8. Il est constant que M. D a reçu un message vocal de M. C le 2 décembre 2021 suite à des échanges entre les services du rectorat et M. D pour convenir d’un entretien professionnel avec l’intéressé. Si M. D soutient que cet évènement l’a conduit à être arrêté pour maladie, en considérant que les propos de M. C étaient « particulièrement violents et menaçants » et qu’il s’est senti « agressé et menacé par ce message », il ne ressort pas des pièces du dossier que les propos tenus par M. C, dont il n’est au demeurant pas établi qu’il aurait été le supérieur hiérarchique de M. D, puissent être d’une part, vérifiés, dans la mesure où la transcription a été faite par M. D seul et d’autre part, qualifiés d’agressifs et menaçants s’agissant d’une simple retranscription écrite de propos qui, par les seuls termes reproduits exempts de toute insulte ou menace, ne peuvent être qualifiés comme tels. Dès lors, le message vocal du 2 décembre 2021, à le supposer même tenu pour établi dans sa teneur, ne saurait être regardé comme un événement soudain et violent présentant le caractère d’accident de service. Il résulte ainsi de l’instruction que la rectrice de l’académie de La réunion aurait pris les mêmes décisions de refus de reconnaissance d’accident de service si elle avait entendu se fonder initialement sur ce motif. Il y a donc lieu de faire droit à la demande de substitution de motif présentée en défense qui ne prive le requérant d’aucune garantie procédurale.

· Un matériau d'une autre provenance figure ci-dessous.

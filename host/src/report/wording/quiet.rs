//! How every other run is told: good news is quiet, and what was not looked at is said.

use crate::report::facts::{Case, Facts};
use crate::report::number::{at, count, counted, length, limit, ms_tenth};
use phase4::audit::{Hint, Judgement, Outcome};
use phase4::base::Span;

/// A sentence and the one after it.
type Words = (String, Option<String>);

pub(super) fn holds(facts: &Facts<'_>) -> Words {
    let untried = crate::report::untried(facts.run) as u64;
    let rest = match untried {
        0 => "every rule held.".to_owned(),
        1 => "every rule that was tried held; 1 was not tried.".to_owned(),
        many => format!("every rule that was tried held; {} were not tried.", count(many)),
    };
    (format!("In {} {rest}", length(facts.run.simulated)), Some(closest(facts)))
}

/// The case that came closest to a limit.
fn closest(facts: &Facts<'_>) -> String {
    let timed: Vec<&Case> =
        facts.cases.iter().filter(|case| case.judgement.outcome == Outcome::Held && case.judgement.deviation.is_some()).collect();
    let margin = |case: &&&Case| (margin(&case.judgement), case.judgement.at);
    let Some(nearest) = timed.iter().min_by_key(margin) else {
        return "No pulse was due.".to_owned();
    };
    let judgement = &nearest.judgement;
    let deviation = judgement.deviation.unwrap_or_default();
    if timed.iter().all(|case| case.judgement.deviation.is_some_and(|deviation| deviation.size().is_zero())) {
        return match timed.len() {
            1 => "The one pulse that was judged came at its nominal instant, to the microsecond.".to_owned(),
            many => {
                format!("All {} pulses that were judged came at their nominal instants, to the microsecond.", count(many as u64))
            }
        };
    }
    let (side, span) = match (judgement.window, deviation.as_micros() >= 0) {
        (Some(window), true) => ("after", window.latest.saturating_since(window.nominal)),
        (Some(window), false) => ("before", window.nominal.saturating_since(window.earliest)),
        (None, _) => ("from", Span::ZERO),
    };
    let seen = nearest.place;
    let name = facts
        .pulse_at(judgement.channel, seen)
        .map_or_else(|| "a pulse".to_owned(), |(number, _)| format!("pulse {}", count(number as u64)));
    let (when, size) = (at(facts.run.start, seen), ms_tenth(deviation.size()));
    format!(
        "The closest is {name} at {when}: {size} {side} its nominal instant, where rule {} allows {}.",
        judgement.rule.code(),
        limit(span)
    )
}

/// Signed room to the nearest limit, in µs.
fn margin(judgement: &Judgement) -> i64 {
    let (Some(window), Some(seen)) = (judgement.window, judgement.seen) else { return i64::MAX };
    window.latest.deviation_from(seen).as_micros().min(seen.deviation_from(window.earliest).as_micros())
}

pub(super) fn undecided(facts: &Facts<'_>) -> Words {
    let run = facts.run;
    let all = run.decided + run.undecided;
    let asked = u64::from(run.decide_thousandths);
    let when = length(run.simulated);
    let sentence = match run.end_reason {
        2 => format!("The run was interrupted after {when}; what was tried until then held."),
        3 => format!("The run was stopped after {when}: the device went on without time passing."),
        4 => format!("The run was stopped after {when}: more happened than the bench takes in."),
        _ if all == 0 => "Nothing could be judged.".to_owned(),
        _ if run.decided * 1_000 < asked * all => {
            let wanted = crate::report::number::ms_bare(Span::from_micros(asked * 100));
            format!("Only {} of {} cases could be decided; {wanted} per cent were asked for.", count(run.decided), count(all))
        }
        _ => "Coverage that the scenario asks for was not reached.".to_owned(),
    };
    (
        sentence,
        most_frequent_hint(facts).map(|(hint, number)| {
            format!("The most frequent reason, {}: {}", super::times(number), crate::report::undecided::why(facts, hint))
        }),
    )
}

fn most_frequent_hint(facts: &Facts<'_>) -> Option<(Hint, usize)> {
    let mut hints: Vec<Hint> =
        facts.cases.iter().filter(|case| !case.is_decided()).filter_map(|case| case.judgement.hint).collect();
    hints.sort_unstable();
    let groups = hints.chunk_by(|one, next| one == next).filter_map(|group| Some((*group.first()?, group.len())));
    groups.max_by_key(|(hint, number)| (*number, std::cmp::Reverse(*hint)))
}

pub(super) fn void(facts: &Facts<'_>) -> Words {
    match &facts.run.canary {
        Some(canary) => (
            format!("The judge missed its own planted fault (no. {}), so nothing here counts.", canary.fault),
            Some(format!("The fault was: {}.", crate::report::text::fault(&canary.line))),
        ),
        None => ("The judge could not be checked, so nothing here counts.".to_owned(), None),
    }
}

pub(super) fn unjudged(facts: &Facts<'_>) -> Words {
    let sentence = match &facts.run.program {
        Some(program) => format!("The device is set to {}, which does nothing that could be judged.", program.settings().mode),
        None => "No device was connected.".to_owned(),
    };
    let beats = facts.beat_site().map(|site| facts.heart.activations.iter().filter(|activation| activation.site == site).count());
    let told = beats.map(|beats| {
        format!("In {} the ventricle beat {}.", length(facts.run.simulated), counted(beats as u64, "time", "times"))
    });
    (sentence, told)
}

9. Compte tenu de ce qui a été dit au point précédent, M. D n’est pas fondé à demander l’annulation de la décision du 14 mars 2022 par laquelle la rectrice de l’académie de La Réunion a rejeté sa demande de reconnaissance d’imputabilité au service de l’accident dont il s’est déclaré victime le 3 décembre 2021, ensemble la décision implicite de rejet de son recours gracieux formé le 28 avril 2022. Par voie de conséquence, ses conclusions aux fins d’injonction ainsi que ses conclusions présentées au titre des dispositions de l’article L. 761-1 du code de justice administrative doivent être également rejetées.
D E C I D E :
Article 1er : La requête de M. D est rejetée.
Article 2 : Le présent jugement sera notifié à M. A D et au recteur de l’académie de La Réunion.
Délibéré après l’audience du 13 décembre 2024, à laquelle siégeaient :
Mme Khater présidente,
M. Le Merlus conseiller,
Mme Lebon conseillère.
Rendu public par mise à disposition au greffe du tribunal le 27 décembre 2024.
L’assesseur le plus ancien,
T. LE MERLUS
La présidente-rapporteure,
A. KHATER
La greffière,
E. POINAMBALOM
La République mande et ordonne à la ministre de l’éducation nationale et de la jeunesse en ce qui la concerne ou à tous commissaires de justice à ce requis en ce qui concerne les voies de droit commun, contre les parties privées, de pourvoir à l’exécution de la présente décision.